**WHAT IS NEEDED:** State how many lines of the entries hold the string "entityDataSchemas", and output nothing but that count.

**Recorded data:**

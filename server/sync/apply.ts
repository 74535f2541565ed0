import type { z } from 'zod'
import type { Actor, RecordLookup } from '../../shared/records/rules'
import type { EntityData, EntityName } from '../../shared/schemas/entities'
import type { HistoryEntry } from '../../shared/schemas/records'
import type { Mutation, MutationResult } from '../../shared/schemas/sync'
import type { Touch } from './derive'
import type { RecordBatch, RecordRow } from './store'
import { BrewingInputError } from '../../shared/brewing'
import { recipeRefusal } from '../../shared/records/recipe-rules'
import { definitionOf } from '../../shared/records/registry'
import { frozenMessage, identityRefusal, refusalOf, roundIdOf } from '../../shared/records/rules'
import { entityDataSchemas } from '../../shared/schemas/entities'
import { deriveCalibration, rederive } from './derive'
import { codeClash, freezeRound } from './judging'
import { toRecord } from './store'

const same = (a: unknown, b: unknown): boolean => JSON.stringify(a ?? null) === JSON.stringify(b ?? null)
const isObject = (value: unknown): value is Record<string, unknown> => typeof value === 'object' && value !== null && !Array.isArray(value)

/** The first problem zod found, as `field: message`. */
export function describeIssue(error: z.ZodError): string {
  const issue = error.issues[0]
  return issue ? `${issue.path.join('.') || 'mutation'}: ${issue.message}` : 'The mutation is not valid.'
}

/** What applying one mutation needs: the batch, who sends it, the team's next rev, the brews to re-derive. */
export interface ApplyContext {
  batch: RecordBatch
  actor: Actor
  nextRev: () => number
  touched: Map<string, Touch>
}

/** Whether a signed-off round holds the record (before or after the change). */
async function frozen(batch: RecordBatch, entity: EntityName, id: string, ...versions: Record<string, unknown>[]): Promise<boolean> {
  const lookup: RecordLookup = async (e, recordId) => batch.find(e, recordId)
  for (const data of versions) {
    const roundId = await roundIdOf(entity, id, data, lookup)
    if (roundId && (await batch.find('round', roundId))?.derived)
      return true
  }
  return false
}

/** Who made the record that decides who may change this one: itself, or its parent (a reading's brew). */
async function authorOf(batch: RecordBatch, entity: EntityName, data: EntityData<EntityName>, current: RecordRow | undefined, userId: string): Promise<string | null> {
  const definition = definitionOf(entity)
  if (definition.governedBy === 'self')
    return current?.createdBy ?? null
  const parent = definition.parent(data)
  const row = parent ? await batch.find(parent.entity, parent.id) : undefined
  return row?.createdBy ?? userId
}

/**
 * Applies one well-formed mutation to the batch: refused with a reason the phone shows, a conflict
 * with the server's copy, or applied at a new rev. The rules come from shared/records/rules.ts.
 */
export async function applyMutation(ctx: ApplyContext, m: Mutation): Promise<MutationResult> {
  const { batch, actor } = ctx
  const rejected = (reason: string): MutationResult => ({ mutationId: m.mutationId, status: 'rejected', reason })
  const applied = (rev: number): MutationResult => ({ mutationId: m.mutationId, status: 'applied', rev })
  const stored = await batch.any(m.id)
  if (stored && stored.teamId !== m.teamId)
    return rejected('This record belongs to another team.')
  if (stored && stored.entity !== m.entity)
    return rejected(`This id already names a ${definitionOf(stored.entity).noun.one}, not a ${definitionOf(m.entity).noun.one}.`)
  const current = stored
  const conflict = (row: RecordRow): MutationResult => ({ mutationId: m.mutationId, status: 'conflict', rev: row.rev, server: toRecord(row) })
  const note = <R extends RecordRow>(row: R, op: HistoryEntry['op'], rev: number, changes: HistoryEntry['changes'] = {}): R =>
    batch.note(row, { rev, at: new Date().toISOString(), by: actor.userId, op, changes, ...(m.reason ? { reason: m.reason } : {}) })

  if (m.op === 'delete' || m.op === 'restore') {
    if (!current)
      return rejected('There is no such record on the server.')
    const authorId = await authorOf(batch, m.entity, current.data as EntityData<EntityName>, current, actor.userId)
    const refusal = refusalOf(actor, { entity: m.entity, op: m.op, authorId, reason: m.reason })
    if (refusal)
      return rejected(refusal)
    if (Boolean(current.deletedAt) === (m.op === 'delete'))
      return applied(current.rev)
    // A delete or restore of a copy the phone never had, or older than the server's, clashes.
    if (m.baseRev === null || m.baseRev !== current.rev)
      return conflict(current)
    if (await frozen(batch, m.entity, m.id, current.data))
      return rejected(frozenMessage)
    const rev = ctx.nextRev()
    batch.write(note({ ...current, deletedAt: m.op === 'delete' ? new Date() : null, updatedAt: new Date(), rev }, m.op, rev))
    return applied(rev)
  }

  if (!isObject(m.data))
    return rejected('data: a put needs the record\'s fields.')
  if (current?.deletedAt)
    return conflict(current)
  // An edit sends only the fields it changed; they are checked together with the server's copy.
  const parsed = entityDataSchemas[m.entity].safeParse(current ? { ...current.data, ...m.data } : m.data)
  if (!parsed.success)
    return rejected(describeIssue(parsed.error))
  const data = parsed.data
  const fields: Record<string, unknown> = data
  const authorId = await authorOf(batch, m.entity, data, current, actor.userId)
  const refusal = refusalOf(actor, { entity: m.entity, op: current ? 'edit' : 'create', authorId, reason: m.reason }) ?? identityRefusal(m.entity, m.id, fields, current?.createdBy ?? actor.userId)
  if (refusal)
    return rejected(refusal)
  const changed = current ? Object.keys(m.data).filter(key => key in fields && !same(fields[key], current.data[key])) : Object.keys(fields)
  if (current) {
    if (changed.length === 0)
      return applied(current.rev)
    // Edits of different fields merge; a field changed on the server since the phone's copy clashes,
    // and so does a copy the server never had or one that claims a rev the server has not reached.
    if (m.baseRev === null || m.baseRev > current.rev || changed.some(key => (current.fieldRevs[key] ?? 0) > m.baseRev!))
      return conflict(current)
  }
  const definition = definitionOf(m.entity)
  for (const link of definition.links(data)) {
    const parent = await batch.find(link.entity, link.id)
    if (!parent || parent.teamId !== m.teamId || parent.deletedAt)
      return rejected(`The ${definitionOf(link.entity).noun.one} this record belongs to is not on the server.`)
  }
  if (m.entity === 'signoff' && !current)
    return signOff(ctx, m, data as EntityData<'signoff'>)
  const inTeam: RecordLookup = async (entity, id) => {
    const row = await batch.find(entity, id)
    return row && row.teamId === m.teamId && !row.deletedAt ? row : undefined
  }
  const inconsistent = await recipeRefusal(m.entity, m.id, data, current?.data as EntityData<EntityName> | undefined, inTeam)
  if (inconsistent)
    return rejected(inconsistent)
  if (await frozen(batch, m.entity, m.id, fields, ...(current ? [current.data] : [])))
    return rejected(frozenMessage)
  if (m.entity === 'entry' && (changed.includes('code') || changed.includes('roundId'))) {
    // The entity is an entry, so its data passed the entry schema.
    const clash = await codeClash(batch, m.id, data as EntityData<'entry'>)
    if (clash)
      return rejected(clash)
  }

  let derived = current?.derived ?? null
  if (m.entity === 'calibration') {
    try {
      // The entity is a calibration, so its data passed the calibration schema.
      derived = deriveCalibration(data as EntityData<'calibration'>)
    }
    catch (error) {
      if (error instanceof BrewingInputError)
        return rejected(`points: ${error.message}`)
      throw error
    }
  }
  const rev = ctx.nextRev()
  const now = new Date()
  const fieldRevs = { ...current?.fieldRevs, ...Object.fromEntries(changed.map(key => [key, rev])) }
  const columns = { data, derived, fieldRevs, rev, updatedAt: now, parentId: definition.parent(data)?.id ?? null }
  if (current)
    batch.write(note({ ...current, ...columns }, 'edit', rev, Object.fromEntries(changed.map(key => [key, { from: current.data[key] ?? null, to: fields[key] ?? null }]))))
  else
    batch.write({ id: m.id, entity: m.entity, teamId: m.teamId, createdBy: actor.userId, createdAt: now, deletedAt: null, history: null, historyCount: 0, ...columns })
  if (m.entity === 'brew')
    ctx.touched.set(m.id, { ...ctx.touched.get(m.id), rev, by: actor.userId })
  else if (m.entity === 'reading')
    ctx.touched.set(String(fields.brewId), { rev: null, by: actor.userId, ...ctx.touched.get(String(fields.brewId)) })
  return applied(rev)
}

/**
 * A sign-off queued on a phone: kept as a record, then the round freezes as the sign-off route
 * freezes it. One that arrives for a round already signed off (from another phone, or the route)
 * is answered applied and changes nothing.
 */
async function signOff(ctx: ApplyContext, m: Mutation, data: EntityData<'signoff'>): Promise<MutationResult> {
  const { batch, actor } = ctx
  const round = (await batch.find('round', data.roundId))!
  if (round.derived)
    return { mutationId: m.mutationId, status: 'applied', rev: round.rev }
  // Pours and readings that came before it in this push are worked out first, so nothing of the
  // round gets a rev after the round's own.
  await rederive(batch, ctx.touched, ctx.nextRev)
  ctx.touched.clear()
  const rev = ctx.nextRev()
  const now = new Date()
  const fieldRevs = Object.fromEntries(Object.keys(data).map(key => [key, rev]))
  batch.write({ id: m.id, entity: 'signoff', teamId: m.teamId, createdBy: actor.userId, createdAt: now, updatedAt: now, deletedAt: null, history: null, historyCount: 0, data, derived: null, fieldRevs, rev, parentId: round.id })
  await freezeRound(batch, round, { userId: actor.userId, via: 'phone' }, ctx.nextRev)
  return { mutationId: m.mutationId, status: 'applied', rev }
}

**EXERCISE RESPONSE:** 2